Chinsurah Escorts ☎️8617697112 Starting From 5K to 15K High Profile Escorts ...
Chinsurah Escorts ☎️8617697112  Starting From 5K to 15K High Profile Escorts ...Chinsurah Escorts ☎️8617697112  Starting From 5K to 15K High Profile Escorts ...
Chinsurah Escorts ☎️8617697112 Starting From 5K to 15K High Profile Escorts ...Nitya salvi
 
The Ultimate Test Automation Guide_ Best Practices and Tips.pdf
The Ultimate Test Automation Guide_ Best Practices and Tips.pdfThe Ultimate Test Automation Guide_ Best Practices and Tips.pdf
The Ultimate Test Automation Guide_ Best Practices and Tips.pdfkalichargn70th171
 
+971565801893>>SAFE AND ORIGINAL ABORTION PILLS FOR SALE IN DUBAI AND ABUDHAB...
+971565801893>>SAFE AND ORIGINAL ABORTION PILLS FOR SALE IN DUBAI AND ABUDHAB...+971565801893>>SAFE AND ORIGINAL ABORTION PILLS FOR SALE IN DUBAI AND ABUDHAB...
+971565801893>>SAFE AND ORIGINAL ABORTION PILLS FOR SALE IN DUBAI AND ABUDHAB...Health
 
%in kaalfontein+277-882-255-28 abortion pills for sale in kaalfontein
%in kaalfontein+277-882-255-28 abortion pills for sale in kaalfontein%in kaalfontein+277-882-255-28 abortion pills for sale in kaalfontein
%in kaalfontein+277-882-255-28 abortion pills for sale in kaalfonteinmasabamasaba
 
Right Money Management App For Your Financial Goals
Right Money Management App For Your Financial GoalsRight Money Management App For Your Financial Goals
Right Money Management App For Your Financial GoalsJhone kinadey
 
%in ivory park+277-882-255-28 abortion pills for sale in ivory park
%in ivory park+277-882-255-28 abortion pills for sale in ivory park %in ivory park+277-882-255-28 abortion pills for sale in ivory park
%in ivory park+277-882-255-28 abortion pills for sale in ivory park masabamasaba
 

Dernier (20)

Announcing Codolex 2.0 from GDK Software
Announcing Codolex 2.0 from GDK SoftwareAnnouncing Codolex 2.0 from GDK Software
Announcing Codolex 2.0 from GDK Software
 
10 Trends Likely to Shape Enterprise Technology in 2024
10 Trends Likely to Shape Enterprise Technology in 202410 Trends Likely to Shape Enterprise Technology in 2024
10 Trends Likely to Shape Enterprise Technology in 2024
 
Microsoft AI Transformation Partner Playbook.pdf
Microsoft AI Transformation Partner Playbook.pdfMicrosoft AI Transformation Partner Playbook.pdf
Microsoft AI Transformation Partner Playbook.pdf
 
Reassessing the Bedrock of Clinical Function Models: An Examination of Large ...

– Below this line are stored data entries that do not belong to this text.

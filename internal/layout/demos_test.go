package layout

import (
	"math"
	"os"
	"path/filepath"
	"regexp"
	"testing"

	"arcwright/internal/geometry"
	"arcwright/internal/jet"
	"arcwright/internal/planner"
	"arcwright/internal/units"
)

// TestDemoLayouts decodes each demo layout without error or warning and
// checks the facts its comments promise.
func TestDemoLayouts(t *testing.T) {
	tests := []struct {
		file  string
		check func(t *testing.T, r *planner.Request)
	}{
		{"anechoic-model-jet.yaml", func(t *testing.T, r *planner.Request) {
			check(t, "Kind", r.Cell.Kind, geometry.Anechoic)
			checkF(t, "Ceiling", r.Cell.Ceiling, 6)
			checkF(t, "CutOff", r.CutOff, 100)
			check(t, "Nozzle", r.Nozzle, jet.Nozzle{Kind: jet.Convergent, Diameter: 0.0508})
			check(t, "len(Points)", len(r.Points), 4)
			check(t, "Collector", r.Cell.Collector != nil, true)
			check(t, "Band", r.Band, planner.Band{Low: 200, High: 80000})
			kinds := map[planner.ArrayKind]bool{}
			for _, a := range r.Arrays {
				kinds[a.Kind] = true
			}
			for _, k := range []planner.ArrayKind{planner.Arc, planner.Line, planner.NearField, planner.Probes} {
				check(t, "has "+k.String(), kinds[k], true)
			}
			check(t, "arc AutoRadius", r.Arrays[0].AutoRadius, true)
		}},
		{"outdoor-static-pad.yaml", func(t *testing.T, r *planner.Request) {
			check(t, "Kind", r.Cell.Kind, geometry.OutdoorPad)
			check(t, "Floor", r.Cell.Floor, geometry.Hard)
			check(t, "open sky", math.IsInf(r.Cell.Ceiling, 1), true)
			check(t, "Units", r.Units, units.Imperial)
			check(t, "Convention", r.Convention, planner.FromInlet)
			// hand-computed: 656 ft × 492 ft = 199.9488 m × 149.9616 m.
			b := r.Cell.Boundary.Bound()
			checkF(t, "site width", b.Max[0]-b.Min[0], 199.9488)
			checkF(t, "site depth", b.Max[1]-b.Min[1], 149.9616)
			checkF(t, "arc radius", r.Arrays[0].Radius, 45)
			check(t, "arc on the ground", r.Arrays[0].HasHeight && r.Arrays[0].Height == 0, true)
			check(t, "arc stand", r.Arrays[0].Stand, "")
			checkF(t, "elevated height", r.Arrays[1].Fixed[0].At.Z, 1.2)
			check(t, "Band", r.Band, planner.Band{Low: 50, High: 10000})
		}},
		{"hard-wall-exhaust-room.yaml", func(t *testing.T, r *planner.Request) {
			check(t, "Kind", r.Cell.Kind, geometry.HardWalled)
			checkF(t, "Ceiling", r.Cell.Ceiling, 3)
			checkF(t, "Diameter", r.Nozzle.Diameter, 0.075)
			checkF(t, "T0", r.Points[0].Primary.TotalTemperature, 600)
			checkF(t, "Exit.Z", r.Exit.Exit.Z, 0.8) // 800 in mm, the file's length unit
			check(t, "Band", r.Band, planner.Band{Low: 100, High: 10000})
		}},
	}
	for _, tt := range tests {
		t.Run(tt.file, func(t *testing.T) {
			path := filepath.Join(repoRoot, "layouts", tt.file)
			data, err := os.ReadFile(path)
			if err != nil {
				t.Fatal(err)
			}
			r, warns := mustDecode(t, string(data))
			if len(warns) != 0 {
				t.Errorf("got warnings %v, want none", warns)
			}
			tt.check(t, r)
		})
	}
}

func TestStarter(t *testing.T) {
	text := string(Starter())
	r, warns := mustDecode(t, text)
	if len(warns) != 0 {
		t.Errorf("got warnings %v, want none", warns)
	}
	t.Run("every pattern", func(t *testing.T) {
		kinds := map[planner.ArrayKind]bool{}
		for _, a := range r.Arrays {
			kinds[a.Kind] = true
		}
		for k := planner.Arc; k <= planner.Probes; k++ {
			check(t, "has "+k.String(), kinds[k], true)
		}
	})
	t.Run("every key explained", func(t *testing.T) {
		for _, keys := range [][]string{
			topKeys, titleKeys, unitsKeys, sheetKeys, ambientKeys, cellKeys, obstacleKeys, collectorKeys, markKeys,
			circleKeys, nozzleKeys, opKeys, limitKeys, bandKeys, standKeys, arrayKeys, arcKeys, lineKeys, nearKeys,
			ringKeys, pointKeys, rangeKeys, noiseKeys, crewKeys, microphoneKeys, anchorKeys,
		} {
			for _, k := range keys {
				// the key, followed by ':' and a comment on the same line (or on the next lines).
				re := regexp.MustCompile(`(?m)^[ #\-{]*.*\b` + regexp.QuoteMeta(k) + `:.*#`)
				if !re.MatchString(text) {
					t.Errorf("key %q: got no commented line, want one", k)
				}
			}
		}
	})
	t.Run("fresh copy", func(t *testing.T) {
		a := Starter()
		a[0] = '!'
		if b := Starter(); b[0] == '!' {
			t.Errorf("got a shared slice, want a new one on each call")
		}
	})
}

Reassessing the Bedrock of Clinical Function Models: An Examination of Large ...Reassessing the Bedrock of Clinical Function Models: An Examination of Large ...
Reassessing the Bedrock of Clinical Function Models: An Examination of Large ...
 
SHRMPro HRMS Software Solutions Presentation
SHRMPro HRMS Software Solutions PresentationSHRMPro HRMS Software Solutions Presentation
SHRMPro HRMS Software Solutions Presentation
 
call girls in Vaishali (Ghaziabad) 🔝 >༒8448380779 🔝 genuine Escort Service 🔝✔️✔️
call girls in Vaishali (Ghaziabad) 🔝 >༒8448380779 🔝 genuine Escort Service 🔝✔️✔️call girls in Vaishali (Ghaziabad) 🔝 >༒8448380779 🔝 genuine Escort Service 🔝✔️✔️
call girls in Vaishali (Ghaziabad) 🔝 >༒8448380779 🔝 genuine Escort Service 🔝✔️✔️
 
OpenChain - The Ramifications of ISO/IEC 5230 and ISO/IEC 18974 for Legal Pro...
OpenChain - The Ramifications of ISO/IEC 5230 and ISO/IEC 18974 for Legal Pro...OpenChain - The Ramifications of ISO/IEC 5230 and ISO/IEC 18974 for Legal Pro...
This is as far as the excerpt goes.